We also have 28,388 current PERS recipients (or 21.4% of all PERS recipients) making more in retirement than they made in their final year of salary. Many are making much more. As an example, there is a public school teacher in the Eugene area who retired from teaching in 2004. When she retired, she was earning about $53,000 a year as a teacher. In retirement, she is earning more than $138,000 a year (plus whatever she earns from the business she opened once she retired from teaching). Can anyone defend this? This is admittedly an extreme example, but there are thousands of public employees who retired making $50,000 to $60,000 a year, but collect $80,000 to $90,000 a year in retirement. Can we not acknowledge the lunacy and unsustainability of such a model? Particularly when the legislature’s initial goal was to provide lifetime government employees with pensions constituting 50 to 60 percent of a workers’ final year salary.

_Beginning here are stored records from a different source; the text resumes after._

import fc from 'fast-check';
import { describe, expect, test } from 'vitest';
import { areaMoments } from './green';
import {
  type Corner,
  compound,
  contributionsOf,
  depthOf,
  dimensionFaults,
  ImpossibleSection,
  outlineCorners,
  type SectionDimensions,
  sectionProperties,
  sideBySide,
  solidOutline,
  tube,
} from './index';

const beam: SectionDimensions & { shape: 'i' } = {
  shape: 'i',
  h: 0.3,
  b: 0.15,
  tw: 0.0071,
  tf: 0.0107,
  r: 0.015,
};
const near = (found: number, expected: number, within = 1e-9) =>
  expect(Math.abs(found / expected - 1), `${found} against ${expected}`).toBeLessThan(within);

const polygon = (...points: (readonly [number, number])[]): Corner[] =>
  points.map(([z, y]) => ({ z, y, r: 0 }));

describe('Green’s theorem along the outline', () => {
  test.each<[string, SectionDimensions]>([
    ['an I', beam],
    ['a channel', { shape: 'channel', h: 0.2, b: 0.08, tw: 0.006, tf: 0.011, r: 0.013 }],
    ['a tee', { shape: 'tee', h: 0.15, b: 0.15, tw: 0.0071, tf: 0.0107, r: 0.015 }],
    ['an angle', { shape: 'angle', h: 0.15, b: 0.075, t: 0.01, r: 0.011, toe: 0.0055 }],
    ['a rectangular tube', tube(0.2, 0.1, 0.008, 'EN 10210')],
    ['a round tube', { shape: 'chs', d: 0.1397, t: 0.005 }],
    ['a round bar', { shape: 'round', d: 0.05 }],
  ])('gives the area and second moments of %s by parts within 1e-9', (_, d) => {
    const sums = areaMoments(outlineCorners(d));
    const found = sectionProperties(d);
    near(found.area, sums.area, 1e-9);
    near(found.centroidUp, sums.y / sums.area, 1e-9);
    near(found.centroid, sums.z / sums.area, 1e-9);
    near(found.iMajor, sums.yy - sums.y ** 2 / sums.area, 1e-9);
    near(found.iMinor, sums.zz - sums.z ** 2 / sums.area, 1e-9);
  });

  test.each<[string, SectionDimensions & { h: number }]>([
    ['an I', beam],
    ['a rectangle', { shape: 'rectangle', h: 0.22, b: 0.047 }],
  ])('gives every property of %s drawn as an outline within 1e-6 of its closed forms', (_, d) => {
    const closed = sectionProperties(d);
    const drawn = sectionProperties({ shape: 'outline', rings: outlineCorners(d), t: 0.01, j: 0, iw: 0 });
    for (const name of [
      'area',
      'iMajor',
      'iMinor',
      'wElMajor',
      'wElMinor',
      'wPlMajor',
      'wPlMinor',
      'firstMoment',
    ] as const)
      near(drawn[name], closed[name], 1e-6);
    near(drawn.shearArea, closed.shearArea, 0.03); // the closed form leaves the fillets out
  });

  test('a triangle has bh³/36, and its plastic modulus is 0.0976 b h²', () => {
    // Roark's Formulas for Stress and Strain, Table A.1, from memory: Z = 0.0976 b d² of an isosceles triangle.
    const [b, h] = [0.2, 0.3];
    const found = sectionProperties(solidOutline([polygon([0, 0], [b, 0], [b / 2, h])], b));
    near(found.iMajor, (b * h ** 3) / 36);
    near(found.iMinor, (h * b ** 3) / 48);
    near(found.wElMajor, (b * h ** 2) / 24);
    near(found.wPlMajor, 0.0976 * b * h ** 2, 1e-3);
    near(found.centroidUp, h / 3);
    // τ at the centroid of a triangle is 4/3 of V/A: Timoshenko, Strength of Materials, Part I, from memory.
    near(found.webArea, (3 / 4) * ((b * h) / 2));
  });
});

describe('principal axes', () => {
  test('of an angle with equal legs lie at 45°, through the corner', () => {
    const { principal } = sectionProperties({
      shape: 'angle',
      h: 0.1,
      b: 0.1,
      t: 0.01,
      r: 0.012,
      toe: 0.006,
    });
    near(Math.abs(principal?.angle ?? 0), Math.PI / 4);
  });

  test('of symmetric sections are the axes themselves', () => {
    expect(sectionProperties(beam).principal).toBeNull();
    expect(sectionProperties({ ...beam, shape: 'tee' }).principal).toBeNull();
  });

  test('keep the sum of the second moments and their determinant', () => {
    const legs = fc.record({
      h: fc.double({ min: 0.06, max: 0.3, noNaN: true }),
      b: fc.double({ min: 0.06, max: 0.3, noNaN: true }),
    });
    fc.assert(
      fc.property(legs, ({ h, b }) => {
        const d: SectionDimensions = { shape: 'angle', h, b, t: 0.008, r: 0.01, toe: 0.004 };
        const found = sectionProperties(d);
        const sums = areaMoments(outlineCorners(d));
        const product = sums.yz - (sums.y * sums.z) / sums.area;
        const { iU, iV } = found.principal ?? { iU: 0, iV: 0 };
        near(iU + iV, found.iMajor + found.iMinor);
        near(iU * iV, found.iMajor * found.iMinor - product ** 2, 1e-6);
      }),
    );
  });
});

describe('compound sections', () => {
  const one = sectionProperties(beam);

  test('two beams side by side have twice the area, moment and moduli', () => {
    const two = sectionProperties(sideBySide({ name: 'Beam', of: beam }, 2, 0.01));
    for (const name of ['area', 'iMajor', 'wElMajor', 'wPlMajor', 'j', 'iw', 'firstMoment'] as const)
      near(two[name], 2 * one[name], 1e-6);
    near(two.iMinor, 2 * (one.iMinor + one.area * 0.08 ** 2)); // parallel axes, 80 mm from the middle
  });

  test('a plate on each flange adds A d² and its own moment', () => {
    const plate: SectionDimensions & { shape: 'rectangle' } = { shape: 'rectangle', h: 0.012, b: 0.13 };
    const found = sectionProperties(
      compound([
        { name: 'Plate', of: plate, z: 0.01, y: 0 },
        { name: 'Beam', of: beam, z: 0, y: 0.012 },
        { name: 'Plate', of: plate, z: 0.01, y: 0.312 },
      ]),
    );
    const area = plate.b * plate.h;
    near(found.iMajor, one.iMajor + 2 * ((plate.b * plate.h ** 3) / 12 + area * 0.156 ** 2));
    near(found.wPlMajor, one.wPlMajor + 2 * area * 0.156, 1e-6);
    expect(
      depthOf(
        compound([
          { name: 'Plate', of: plate, z: 0, y: 0 },
          { name: 'Beam', of: beam, z: 0, y: 0.012 },
        ]),
      ),
    ).toBeCloseTo(0.312, 12);
  });

  test('a plate under the bottom flange alone moves the axis down', () => {
    const plate: SectionDimensions & { shape: 'rectangle' } = { shape: 'rectangle', h: 0.01, b: 0.15 };
    const found = sectionProperties(
      compound([
        { name: 'Plate', of: plate, z: 0, y: 0 },
        { name: 'Beam', of: beam, z: 0, y: 0.01 },
      ]),
    );
    const area = plate.b * plate.h;
    const axis = (area * 0.005 + one.area * 0.16) / (area + one.area);
    near(found.centroidUp, axis);
    near(
      found.iMajor,
      one.iMajor + one.area * (0.16 - axis) ** 2 + (plate.b * plate.h ** 3) / 12 + area * (axis - 0.005) ** 2,
    );
    near(found.wElMajor, found.iMajor / (0.31 - axis));
  });

  test('the parts say what each adds to I, and add up to it', () => {
    const plate: SectionDimensions & { shape: 'rectangle' } = { shape: 'rectangle', h: 0.01, b: 0.15 };
    const made = compound([
      { name: 'Plate', of: plate, z: 0, y: 0 },
      { name: 'Beam', of: beam, z: 0, y: 0.01 },
    ]);
    const found = sectionProperties(made);
    const [under, above, ...others] = contributionsOf(made);
    expect(others).toEqual([]);
    expect([under?.name, above?.name]).toEqual(['Plate', 'Beam']);
    near(under?.own ?? 0, (plate.b * plate.h ** 3) / 12);
    near(under?.offset ?? 0, 0.005 - found.centroidUp);
    near(above?.own ?? 0, one.iMajor);
    near(above?.shifted ?? 0, one.area * (0.16 - found.centroidUp) ** 2);
    near(
      [under, above].reduce((sum, part) => sum + (part?.own ?? 0) + (part?.shifted ?? 0), 0),
      found.iMajor,
    );
  });

  test('an outline with a hole that was drawn has its rings for parts, the hole with a negative area', () => {
    const square = (from: number, to: number) => polygon([from, from], [to, from], [to, to], [from, to]);
    const hole = square(0.02, 0.06).reverse();
    const drawn = { shape: 'outline', rings: [square(0, 0.1), hole], t: 0.01, j: 0, iw: 0 } as const;
    const [outer, inner] = contributionsOf(drawn);
    near(outer?.own ?? 0, 0.1 ** 4 / 12);
    near(inner?.area ?? 0, -(0.04 ** 2));
    expect([outer?.name, inner?.name]).toEqual(['Outline', 'Hole']);
  });
});

describe('outlines that bound no section', () => {
  const square = polygon([0, 0], [1, 0], [1, 1], [0, 1]);
  const outline = (...rings: Corner[][]): SectionDimensions => ({
    shape: 'outline',
    rings,
    t: 0.1,
    j: 0,
    iw: 0,
  });

  test.each<[string, SectionDimensions]>([
    ['no ring', outline()],
    ['two corners', outline(polygon([0, 0], [1, 0]))],
    ['a ring that runs clockwise', outline([...square].reverse())],
    ['a ring that crosses itself', outline(polygon([0, 0], [1, 1], [1, 0], [0, 1]))],
    ['two rings that overlap', outline(square, polygon([0.5, 0], [1.5, 0], [1.5, 1], [0.5, 1]))],
    ['the same ring twice', outline(square, square)],
    ['a hole outside', outline(square, polygon([2, 0], [2, 1], [3, 1], [3, 0]))],
    ['a corner radius larger than its edges', outline(square.map((corner) => ({ ...corner, r: 0.6 })))],
    ['a place that is no number', outline(polygon([0, 0], [Number.NaN, 0], [1, 1]))],
    ['a torsion constant below 0', { shape: 'outline', rings: [square], t: 0.1, j: -1, iw: 0 }],
    [
      'a flange that tapers away',
      {
        shape: 'tapered_i',
        h: 0.2,
        b: 0.3,
        tw: 0.008,
        tf: 0.008,
        r: 0.008,
        toe: 0.004,
        slope: 0.14,
        at: 0.07,
      },
    ],
    ['a leg shorter than its radii', { shape: 'angle', h: 0.02, b: 0.1, t: 0.01, r: 0.012, toe: 0.006 }],
    [
      'values without an area',
      {
        shape: 'values',
        h: 0.2,
        b: 0.1,
        t: 0.01,
        area: 0,
        iMajor: 1,
        iMinor: 1,
        wElMajor: 1,
        wElMinor: 1,
        wPlMajor: 1,
        wPlMinor: 1,
        j: 1,
        iw: 1,
        shearArea: 1,
      },
    ],
  ])('%s', (_, d) => {
    expect(dimensionFaults(d).length).toBeGreaterThan(0);
    expect(() => sectionProperties(d)).toThrow(ImpossibleSection);
  });

  test('rings that touch bound one', () => {
    expect(dimensionFaults(outline(square, polygon([1, 0], [2, 0], [2, 1], [1, 1])))).toEqual([]);
    expect(dimensionFaults(outline(square, polygon([0.2, 0.2], [0.2, 0.8], [0.8, 0.8], [0.8, 0.2])))).toEqual(
      [],
    );
  });
});

test('a section known by its values gives them back', () => {
  const values = {
    area: 2e-3,
    iMajor: 3e-6,
    iMinor: 1e-6,
    wElMajor: 4e-5,
    wElMinor: 2e-5,
    wPlMajor: 5e-5,
    wPlMinor: 3e-5,
    j: 1e-8,
    iw: 0,
    shearArea: 8e-4,
  };
  const found = sectionProperties({ shape: 'values', h: 0.15, b: 0.08, t: 0.01, ...values });
  expect(found).toMatchObject(values);
  near((found.iMajor * found.webThickness) / found.firstMoment, values.shearArea);
});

Many people are upset about the PERS debacle, and they should be because it was entirely avoidable. It was the PERS Board back in the 70s and 80s that set high guaranteed rates of return. This is somewhat forgivable due to the high interest rates and inflation of the time. What is not forgivable though is how prior PERS Boards acted in years when investment returns exceeded the promised rate of return. Prior PERS Boards ignored the advice of its financial advisors to place the surplus investment gain into a rainy day fund to help cover shortfalls in those inevitable years when market returns were less than the guaranteed rate of return. The PERS Board instead chose to distribute the surplus gains to existing PERS beneficiaries. This decision guaranteed future shortfalls. While an important historical footnote, and one worth learning from, I do want to concede that it’s more important to look forward for solutions rather than backwards for blame.
The meaningful conversation I’d like to see our leaders engage in is what can be done about this. Short of our state declaring bankruptcy, I don’t know that a meaningful solution exists (particularly for Tier 1 retirees). I have found a bipartisan organization called PERS Solutions for Public Services, but why aren’t our elected leaders following their lead, proposing solutions, and taking affirmative steps to make them happen? And how different would the political landscape be if HB 3427, the Student Success Act, included meaningful measures to control PERS costs? Could we have avoided the upcoming battle in November where Republicans intend to repeal the Student Success Act via a voter referendum? Or perhaps Oregon Democrats could have obtained a quorum to vote on the Student Success Act without having to give up on common sense gun legislation (SB 978 requiring guns be safely stored) and legislation requiring parents to vaccinate their children (HB 3063).
I’d sure like to hear our elected leaders in Salem have a meaningful conversation on PERS reform rather than what he have now: one side vilifying all public employees and the other side blindly defending a broken system. Again our elected leaders show us that the scarcest quality in politics is creativity. Let’s do better Oregon.